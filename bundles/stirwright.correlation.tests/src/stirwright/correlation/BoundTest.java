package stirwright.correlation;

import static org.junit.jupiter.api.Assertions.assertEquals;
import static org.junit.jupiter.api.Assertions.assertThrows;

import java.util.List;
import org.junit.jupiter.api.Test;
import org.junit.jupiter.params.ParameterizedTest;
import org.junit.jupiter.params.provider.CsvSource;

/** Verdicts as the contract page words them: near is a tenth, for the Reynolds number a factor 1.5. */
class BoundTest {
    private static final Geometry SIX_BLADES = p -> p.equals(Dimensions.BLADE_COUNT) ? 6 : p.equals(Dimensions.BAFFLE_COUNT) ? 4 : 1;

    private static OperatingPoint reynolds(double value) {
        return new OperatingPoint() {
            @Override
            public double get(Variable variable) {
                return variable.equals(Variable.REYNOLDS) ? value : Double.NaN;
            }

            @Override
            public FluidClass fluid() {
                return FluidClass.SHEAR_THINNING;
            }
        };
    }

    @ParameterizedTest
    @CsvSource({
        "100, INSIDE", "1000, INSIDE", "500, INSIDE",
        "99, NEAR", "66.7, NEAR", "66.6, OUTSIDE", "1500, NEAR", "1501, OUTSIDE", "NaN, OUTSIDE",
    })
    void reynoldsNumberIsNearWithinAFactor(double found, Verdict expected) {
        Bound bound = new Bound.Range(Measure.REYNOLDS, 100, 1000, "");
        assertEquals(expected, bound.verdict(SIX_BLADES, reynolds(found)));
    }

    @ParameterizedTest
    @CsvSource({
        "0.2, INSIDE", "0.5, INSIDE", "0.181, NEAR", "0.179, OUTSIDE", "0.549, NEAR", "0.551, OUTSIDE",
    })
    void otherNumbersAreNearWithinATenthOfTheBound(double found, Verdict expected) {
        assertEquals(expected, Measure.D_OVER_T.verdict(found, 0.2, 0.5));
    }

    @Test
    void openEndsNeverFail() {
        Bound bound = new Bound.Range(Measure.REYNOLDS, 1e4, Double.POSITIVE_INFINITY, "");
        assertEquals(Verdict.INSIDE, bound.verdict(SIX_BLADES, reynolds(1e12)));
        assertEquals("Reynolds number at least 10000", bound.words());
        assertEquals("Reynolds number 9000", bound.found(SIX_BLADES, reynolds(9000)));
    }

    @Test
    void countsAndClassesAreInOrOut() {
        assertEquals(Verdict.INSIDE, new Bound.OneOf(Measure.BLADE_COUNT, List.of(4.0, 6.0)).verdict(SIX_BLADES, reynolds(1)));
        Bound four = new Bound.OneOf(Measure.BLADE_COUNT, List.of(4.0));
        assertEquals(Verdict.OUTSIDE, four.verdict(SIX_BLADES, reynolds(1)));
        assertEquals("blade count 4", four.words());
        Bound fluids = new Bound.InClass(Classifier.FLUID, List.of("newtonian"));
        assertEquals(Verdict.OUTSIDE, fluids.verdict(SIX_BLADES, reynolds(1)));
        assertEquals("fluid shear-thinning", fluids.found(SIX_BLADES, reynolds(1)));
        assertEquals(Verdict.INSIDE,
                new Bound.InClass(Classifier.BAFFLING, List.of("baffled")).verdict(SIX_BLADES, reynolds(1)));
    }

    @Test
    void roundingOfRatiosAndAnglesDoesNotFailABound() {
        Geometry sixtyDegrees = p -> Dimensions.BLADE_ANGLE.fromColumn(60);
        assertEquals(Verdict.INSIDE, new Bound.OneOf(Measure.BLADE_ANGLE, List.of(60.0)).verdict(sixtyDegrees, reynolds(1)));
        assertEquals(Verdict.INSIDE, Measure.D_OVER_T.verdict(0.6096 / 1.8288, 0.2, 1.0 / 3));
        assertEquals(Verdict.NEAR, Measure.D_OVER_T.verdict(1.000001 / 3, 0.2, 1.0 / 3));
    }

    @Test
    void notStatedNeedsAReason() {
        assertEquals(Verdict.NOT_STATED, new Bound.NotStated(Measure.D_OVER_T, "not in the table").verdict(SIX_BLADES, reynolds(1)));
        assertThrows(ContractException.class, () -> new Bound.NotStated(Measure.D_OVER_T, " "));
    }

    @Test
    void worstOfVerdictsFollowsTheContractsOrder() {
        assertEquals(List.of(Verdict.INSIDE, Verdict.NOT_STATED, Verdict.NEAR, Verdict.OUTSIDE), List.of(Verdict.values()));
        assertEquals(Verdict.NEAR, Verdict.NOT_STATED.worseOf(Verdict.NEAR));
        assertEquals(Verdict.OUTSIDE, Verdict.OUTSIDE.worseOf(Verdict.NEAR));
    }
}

______

:: EXERCISE ::
Once you have located every line with the word "BoundTest" in the material above, list those lines.

:: EXERCISE RESPONSE ::
filename bundles/stirwright.correlation.tests/src/stirwright/correlation/BoundTest.java
class BoundTest {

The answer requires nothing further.